**Exercise aim:**
Which lines of the records contain the word "parts"? Show each of them.

**Data supplied:**
- - -

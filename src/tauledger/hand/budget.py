"""The upper time-constant budget: one row per signal node, worked by hand and beside it the exact constant.

A row's time constant is the sum over its nodes of R·C in Miller's picture. The exact constants of all rows add to
tr(Z·C), the sum −Σ 1/p of the upper network without its inductors.
"""

from __future__ import annotations

from collections.abc import Mapping

from msgspec.structs import replace

from tauledger.circuit import GROUND
from tauledger.devices.family import Device
from tauledger.hand.elements import Capacitor
from tauledger.hand.equivalent import EquivalentCircuit, upper_circuit
from tauledger.hand.estimate import InnerLine, LookingIn, MillerTerm, Resistance, SignalNode, WorkingSource
from tauledger.hand.figures import plain
from tauledger.hand.looking_in import looking_in
from tauledger.hand.miller import hand_gain, miller_term
from tauledger.hand.mirror import find_mirror, half_circuit
from tauledger.hand.nodes import Group, Passage, block_of, groups, node_name, passages
from tauledger.network.bands import Bands
from tauledger.quantity import engineering, percent

ACCEPTED = 0.01
NOT_WORTH_A_FACTOR = 1e-3
WORTH_A_REASON = 0.02
LEAST_SURE: tuple[WorkingSource, ...] = ("rule", "loop", "branch", "solved")


def signal_nodes(bands: Bands, devices: tuple[Device, ...]) -> tuple[SignalNode, ...]:
    """Give the rows of the upper budget in the order of the file, those off the path included.

    A balanced circuit is worked as two half circuits, and nodes on its axis are off the path.
    Raises NetworkError where the mid-band circuit has no unique solution.
    """
    circuit = upper_circuit(bands, devices)
    mirror = find_mirror(circuit)
    if mirror is None:
        return _rows(circuit)
    first = _rows(half_circuit(circuit, mirror))
    second = _rows(half_circuit(circuit, mirror.other))
    at = {member: row for row in (*first, *second) for member in row.members}
    image = {**mirror.image, **mirror.other.image}
    found: dict[str, SignalNode] = {}
    for group in groups(circuit):
        node = group.nodes[0]
        if node in mirror.axis:
            found[group.name] = replace(_row(circuit, group, Passage(0.0, 0.0, False)), crossing=0.0)
            continue
        row = at[circuit.members[node][0]]
        partner = at[circuit.members[image[node]][0]]
        found[row.name] = replace(row, image=partner.name, second=node not in mirror.image)
    return tuple(found.values())


def _rows(circuit: EquivalentCircuit) -> tuple[SignalNode, ...]:
    rows = groups(circuit)
    passed = passages(circuit, rows)
    return tuple(_row(circuit, row, passed[row.name]) for row in rows)


def part_resistances(bands: Bands, devices: tuple[Device, ...]) -> Mapping[str, LookingIn]:
    """Give the hand resistance in ohm across every open capacitance, by part name.

    Raises NetworkError where the mid-band circuit has no unique solution.
    """
    circuit = upper_circuit(bands, devices)
    seen: dict[str, LookingIn] = {}
    found: dict[str, LookingIn] = {}
    at_node: dict[str, LookingIn] = {}
    for capacitor in circuit.capacitors:
        pair = (capacitor.a, capacitor.b)
        key = " ".join(sorted(pair))
        if key not in seen:
            seen[key] = resistance_across(circuit, *pair, at_node=at_node)
        found[capacitor.part] = seen[key]
    return found


def resistance_across(
    circuit: EquivalentCircuit, a: str, b: str, *, at_node: dict[str, LookingIn] | None = None
) -> LookingIn:
    """Give R_a·(1 − K_ab) + R_b·(1 − K_ba), the resistance in ohm between two nodes by hand; solved where it is off.

    With nothing between them that is R_a + R_b; across a common emitter's C_mu it is R_B·(1 + gm·R_C) + R_C.
    at_node: what was found at single nodes of this circuit, looked up and added to: most nodes end several capacitors.
    """
    known = {} if at_node is None else at_node

    def seen_at(node: str) -> LookingIn:
        if node not in known:
            known[node] = looking_in(circuit, node, node_name(circuit, node))
        return known[node]

    if a == b:
        return LookingIn(0.0, "joined", "both ends at one node", (), "rule")
    if GROUND in (a, b):
        node = b if a == GROUND else a
        return seen_at(node)
    exact = circuit.across(a, b)
    sides = []
    for here, there in ((a, b), (b, a)):
        name = node_name(circuit, here)
        seen, gain = seen_at(here), hand_gain(circuit, here, there)
        sides.append((name, seen, gain))
    ohm = sum(seen.ohm * (1.0 - gain.value) for _, seen, gain in sides)
    still = [abs(gain.value) < NOT_WORTH_A_FACTOR for _, _, gain in sides]
    symbols = " + ".join(
        f"R({name})" if alone else f"R({name})·(1 − K)" for (name, _, _), alone in zip(sides, still, strict=True)
    )
    values = " + ".join(
        plain(seen.ohm) if alone else f"{plain(seen.ohm)}·{plain(1.0 - gain.value)}"
        for (_, seen, gain), alone in zip(sides, still, strict=True)
    )
    source = max((source for _, seen, gain in sides for source in (seen.source, gain.source)), key=LEAST_SURE.index)
    parts = tuple(Resistance(f"at {name}", seen.ohm * (1.0 - gain.value)) for name, seen, gain in sides)
    if abs(ohm - exact) > ACCEPTED * abs(exact):
        text = f"R = {plain(exact)}, solved; {symbols} gives {plain(ohm)}"
        return LookingIn(exact, "solved", text, parts, "solved", rule_ohm=ohm)
    lines = [f"R = {symbols} = {values} = {plain(ohm)}"]
    lines += [seen.text for _, seen, _ in sides]
    lines += [f"{gain.text} from {name}" for name, _, gain in sides if gain.text]
    return LookingIn(ohm, "both ends", "; ".join(lines), parts, source)


def _row(circuit: EquivalentCircuit, group: Group, passage: Passage) -> SignalNode:
    lines = [_node_line(circuit, node) for node in group.nodes]
    carrying = [line for line in lines if line.capacitances or block_of(line.at)] or lines[:1]
    carrying.sort(key=lambda line: -abs(line.time_constant_s))
    first = carrying[0]
    tau = sum(line.time_constant_s for line in lines)
    return SignalNode(
        name=group.name,
        title=group.title,
        role=group.role,
        owner=group.owner,
        members=tuple(member for node in group.nodes for member in circuit.members[node]),
        crossing=passage.crossing,
        moment=passage.moment,
        in_path=passage.in_path,
        lines=tuple(carrying),
        resistance_hand_ohm=first.resistance.ohm,
        resistance_exact_ohm=first.resistance_exact_ohm,
        # a node that a controlled voltage source holds has no resistance and no time constant
        capacitance_f=tau / first.resistance.ohm if first.resistance.ohm else first.capacitance_f,
        time_constant_s=tau,
        time_constant_exact_s=float(sum(circuit.constant[circuit.row[node]] for node in group.nodes)),
    )


def _node_line(circuit: EquivalentCircuit, node: str) -> InnerLine:
    name = node_name(circuit, node)
    if block_of(node):
        return _inside(circuit, node)
    resistance = looking_in(circuit, node, name)
    terms = tuple(miller_term(circuit, capacitor, node) for capacitor in circuit.capacitors if _at(capacitor, node))
    farad = sum(term.farad * term.factor for term in terms)
    line = InnerLine(
        node=name,
        at=node,
        resistance=resistance,
        resistance_exact_ohm=circuit.z(node, node),
        capacitances=terms,
        capacitance_f=farad,
        time_constant_s=resistance.ohm * farad,
        time_constant_exact_s=float(circuit.constant[circuit.row[node]]),
    )
    return replace(line, why=difference_reason(line))


def _inside(circuit: EquivalentCircuit, node: str) -> InnerLine:
    """Give the line of what is inside a block: no hand rule looks into it, its time constant is the exact one."""
    ohm, tau = circuit.z(node, node), float(circuit.constant[circuit.row[node]])
    text = f"inside {block_of(node)}, solved: time constant {engineering(tau, 's', 3)}"
    return InnerLine(
        node=f"inside {block_of(node)}",
        at=node,
        resistance=LookingIn(ohm, "solved", text, (), "solved"),
        resistance_exact_ohm=ohm,
        capacitances=(),
        capacitance_f=tau / ohm if ohm else 0.0,
        time_constant_s=tau,
        time_constant_exact_s=tau,
    )


def difference_reason(line: InnerLine) -> str:
    """Name what makes R·C by hand and the exact time constant of a line differ by more than 2 %; empty below that.

    The exact one is Z·Σ C·(1 − K) with exact K, plus what controlled charges (transcapacitances) add.
    """
    hand, exact = line.time_constant_s, line.time_constant_exact_s
    if abs(hand - exact) <= WORTH_A_REASON * abs(exact):
        return ""
    z = line.resistance_exact_ohm
    off: dict[str, float] = {}
    for term in line.capacitances:
        about = _about(term)
        off[about] = off.get(about, 0.0) + z * term.farad * (term.factor - term.exact_factor)
    off["the resistance by hand"] = (line.resistance.ohm - z) * line.capacitance_f
    off["a charge controlled from elsewhere, which paper leaves out"] = hand - exact - sum(off.values())
    name = max(off, key=lambda one: abs(off[one]))
    return f"{name}: {percent(off[name] / exact)} of {percent(hand / exact - 1.0)}"


def _about(term: MillerTerm) -> str:
    if term.text.startswith("1 + 1/|A|"):
        return "1 + 1/|A| stands for 1 − K"
    return f"the gain by hand across {term.part}"


def _at(capacitor: Capacitor, node: str) -> bool:
    return node in (capacitor.a, capacitor.b) and capacitor.a != capacitor.b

- - -

**Solution to the problem:**
    parts = tuple(Resistance(f"at {name}", seen.ohm * (1.0 - gain.value)) for name, seen, gain in sides)
        return LookingIn(exact, "solved", text, parts, "solved", rule_ohm=ohm)
    return LookingIn(ohm, "both ends", "; ".join(lines), parts, source)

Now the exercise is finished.